## Goal of the exercise
What you return should be every line of the material, unchanged.

## Provided material

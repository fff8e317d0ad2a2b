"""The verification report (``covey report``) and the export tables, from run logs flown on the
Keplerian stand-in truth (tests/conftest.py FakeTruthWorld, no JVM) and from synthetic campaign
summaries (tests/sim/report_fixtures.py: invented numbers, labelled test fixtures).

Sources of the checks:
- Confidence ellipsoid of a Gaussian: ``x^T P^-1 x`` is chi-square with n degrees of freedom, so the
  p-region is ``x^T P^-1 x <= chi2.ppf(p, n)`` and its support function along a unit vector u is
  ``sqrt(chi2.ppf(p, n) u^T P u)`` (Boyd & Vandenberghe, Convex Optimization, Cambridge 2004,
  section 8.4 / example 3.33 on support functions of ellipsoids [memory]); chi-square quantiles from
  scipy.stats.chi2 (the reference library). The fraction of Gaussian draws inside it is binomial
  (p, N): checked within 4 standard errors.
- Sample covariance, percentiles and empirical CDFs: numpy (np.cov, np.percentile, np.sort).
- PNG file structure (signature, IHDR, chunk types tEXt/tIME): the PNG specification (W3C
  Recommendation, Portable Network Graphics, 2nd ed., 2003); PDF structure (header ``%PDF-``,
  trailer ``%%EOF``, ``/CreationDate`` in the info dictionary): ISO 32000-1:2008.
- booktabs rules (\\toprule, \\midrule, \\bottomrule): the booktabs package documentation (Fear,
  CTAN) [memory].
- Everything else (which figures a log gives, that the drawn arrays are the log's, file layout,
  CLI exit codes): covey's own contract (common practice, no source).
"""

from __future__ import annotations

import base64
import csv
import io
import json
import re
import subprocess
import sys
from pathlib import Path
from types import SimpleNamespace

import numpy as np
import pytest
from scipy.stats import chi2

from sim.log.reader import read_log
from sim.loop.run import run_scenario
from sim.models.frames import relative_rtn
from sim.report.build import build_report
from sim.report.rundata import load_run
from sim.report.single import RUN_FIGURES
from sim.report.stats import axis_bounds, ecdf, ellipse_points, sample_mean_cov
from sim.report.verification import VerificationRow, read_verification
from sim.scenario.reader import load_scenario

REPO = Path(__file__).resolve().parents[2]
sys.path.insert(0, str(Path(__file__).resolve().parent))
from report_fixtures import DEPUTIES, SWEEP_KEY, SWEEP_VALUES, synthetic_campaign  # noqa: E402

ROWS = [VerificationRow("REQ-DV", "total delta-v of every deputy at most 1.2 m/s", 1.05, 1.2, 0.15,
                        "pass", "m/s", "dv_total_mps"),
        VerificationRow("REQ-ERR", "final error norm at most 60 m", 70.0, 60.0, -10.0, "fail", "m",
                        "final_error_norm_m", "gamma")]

## Completed exercise
repository fff8e317d0ad2a2b
"""The verification report (``covey report``) and the export tables, from run logs flown on the
Keplerian stand-in truth (tests/conftest.py FakeTruthWorld, no JVM) and from synthetic campaign
summaries (tests/sim/report_fixtures.py: invented numbers, labelled test fixtures).

Sources of the checks:
- Confidence ellipsoid of a Gaussian: ``x^T P^-1 x`` is chi-square with n degrees of freedom, so the
  p-region is ``x^T P^-1 x <= chi2.ppf(p, n)`` and its support function along a unit vector u is
  ``sqrt(chi2.ppf(p, n) u^T P u)`` (Boyd & Vandenberghe, Convex Optimization, Cambridge 2004,
  section 8.4 / example 3.33 on support functions of ellipsoids [memory]); chi-square quantiles from
  scipy.stats.chi2 (the reference library). The fraction of Gaussian draws inside it is binomial
  (p, N): checked within 4 standard errors.
- Sample covariance, percentiles and empirical CDFs: numpy (np.cov, np.percentile, np.sort).
- PNG file structure (signature, IHDR, chunk types tEXt/tIME): the PNG specification (W3C
  Recommendation, Portable Network Graphics, 2nd ed., 2003); PDF structure (header ``%PDF-``,
  trailer ``%%EOF``, ``/CreationDate`` in the info dictionary): ISO 32000-1:2008.
- booktabs rules (\\toprule, \\midrule, \\bottomrule): the booktabs package documentation (Fear,
  CTAN) [memory].
- Everything else (which figures a log gives, that the drawn arrays are the log's, file layout,
  CLI exit codes): covey's own contract (common practice, no source).
"""

from __future__ import annotations

import base64
import csv
import io
import json
import re
import subprocess
import sys
from pathlib import Path
from types import SimpleNamespace

import numpy as np
import pytest
from scipy.stats import chi2

from sim.log.reader import read_log
from sim.loop.run import run_scenario
from sim.models.frames import relative_rtn
from sim.report.build import build_report
from sim.report.rundata import load_run
from sim.report.single import RUN_FIGURES
from sim.report.stats import axis_bounds, ecdf, ellipse_points, sample_mean_cov
from sim.report.verification import VerificationRow, read_verification
from sim.scenario.reader import load_scenario

REPO = Path(__file__).resolve().parents[2]
sys.path.insert(0, str(Path(__file__).resolve().parent))
from report_fixtures import DEPUTIES, SWEEP_KEY, SWEEP_VALUES, synthetic_campaign  # noqa: E402

ROWS = [VerificationRow("REQ-DV", "total delta-v of every deputy at most 1.2 m/s", 1.05, 1.2, 0.15,
                        "pass", "m/s", "dv_total_mps"),
        VerificationRow("REQ-ERR", "final error norm at most 60 m", 70.0, 60.0, -10.0, "fail", "m",
                        "final_error_norm_m", "gamma")]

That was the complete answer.